Brake Wire: Red/Green + Brake Pedal Switch

Window
Left Front
Up: Green(U) A In drivers door or
Down: Blue(D) A White harness in 
Right Front driver's kick
Up: Red/White(U) A panel
Down: Red/Black(D) A


----------



## Ninety-Nine SE-L (May 5, 2002)

is it possible for a power trunk release? how do I do that?


----------



## omega (Jun 27, 2002)

1997 GA16DE said:


> *is it possible for a power trunk release? how do I do that? *


yes it is possible and a trunk pull solenoid, mounting bracket and wiring will run you like 40 bucks at Best Buy, probally cheaper elsewhere but I work there so you know. It isn't hard at all to install, pretty self explainatory actually.


----------



## Ninety-Nine SE-L (May 5, 2002)

best buy? is it called a trunk release solenoid or do they call it something else?


----------



## omega (Jun 27, 2002)

just say trunk pull release solenoid or trunk pull module, go back to the install bay in the back of the store they'll know what you're talking about


----------



## Ninety-Nine SE-L (May 5, 2002)

oh, also, what do they use to pop the doors open? when you shave your handles


----------



## omega (Jun 27, 2002)

well we don't typically do that but you can buy door poppers at autoloc.com search around some and you might be able to find cheaper but autoloc has good quality stuff.


----------



## Ninety-Nine SE-L (May 5, 2002)

well, what's the best thing to do when you shave your handles?
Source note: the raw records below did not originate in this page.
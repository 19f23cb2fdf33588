import type { NamedValue, RunState } from '../../../procedures/engine';
import { toneAfter } from './run-tones';

const judged = (name: string, seq: number, result: 'in' | 'out' | 'too-close' | undefined): NamedValue =>
  ({ name, seq, ...(result === undefined ? {} : { judgement: { result, source: '' } }) }) as unknown as NamedValue;
const state = (seq: number, values: readonly NamedValue[], alarmSeq?: number): RunState =>
  ({
    seq,
    values: Object.fromEntries(values.map((value) => [value.name, value])),
    alarm: alarmSeq === undefined ? undefined : { seq: alarmSeq },
  }) as unknown as RunState;

describe('toneAfter', () => {
  it('is silent where nothing was judged', () => {
    expect(toneAfter(state(4, []), state(6, [judged('a', 5, undefined)]))).toBeUndefined();
  });

  it('sounds the worst of what was judged now', () => {
    const after = state(8, [judged('a', 5, 'in'), judged('b', 6, 'out'), judged('c', 7, 'too-close')]);
    expect(toneAfter(state(4, []), after)).toBe('out');
  });

  it('does not sound again for what was judged before', () => {
    const before = state(5, [judged('a', 5, 'out')]);
    expect(toneAfter(before, state(8, [judged('a', 5, 'out'), judged('b', 7, 'in')]))).toBe('in');
  });

  it('sounds a limit before all, and once', () => {
    const exceeded = state(8, [judged('a', 7, 'in')], 8);
    expect(toneAfter(state(4, []), exceeded)).toBe('limit');
    expect(toneAfter(exceeded, state(9, [judged('a', 7, 'in')], 8))).toBeUndefined();
  });
});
Door poppers, right?


----------



## omega (Jun 27, 2002)

1997 GA16DE said:


> *well, what's the best thing to do when you shave your handles? Door poppers, right? *


how else would you get the doors open? other then that i couldn't imagine, unless you had gull wings and automatic openers like those new vans but that'd be thousands and thousands of dollars and hella cool


----------



## LIUSPEED (May 29, 2002)

gull wings and door solenoids arent thousand and thousands.


----------



## Ninety-Nine SE-L (May 5, 2002)

omega said:


> *how else would you get the doors open? other then that i couldn't imagine, unless you had gull wings and automatic openers like those new vans but that'd be thousands and thousands of dollars and hella cool *


yeah, that's what I was thinking. From the sound of your other post, it sounded like you had something else in mind.


----------



## omega (Jun 27, 2002)

well last i checked a good gull wing jobs would run 2000 and up, then agian perhaps i'm wrong, you tell me, door poppers wouldn't be that expensive depending on who does it however. i wasn't grouping the two together


----------



## LIUSPEED (May 29, 2002)

i believe a set of AUTOLOC door solenoids cost liek 300 for 2.

hear that they are the best but gull wing price im not 2 sure


----------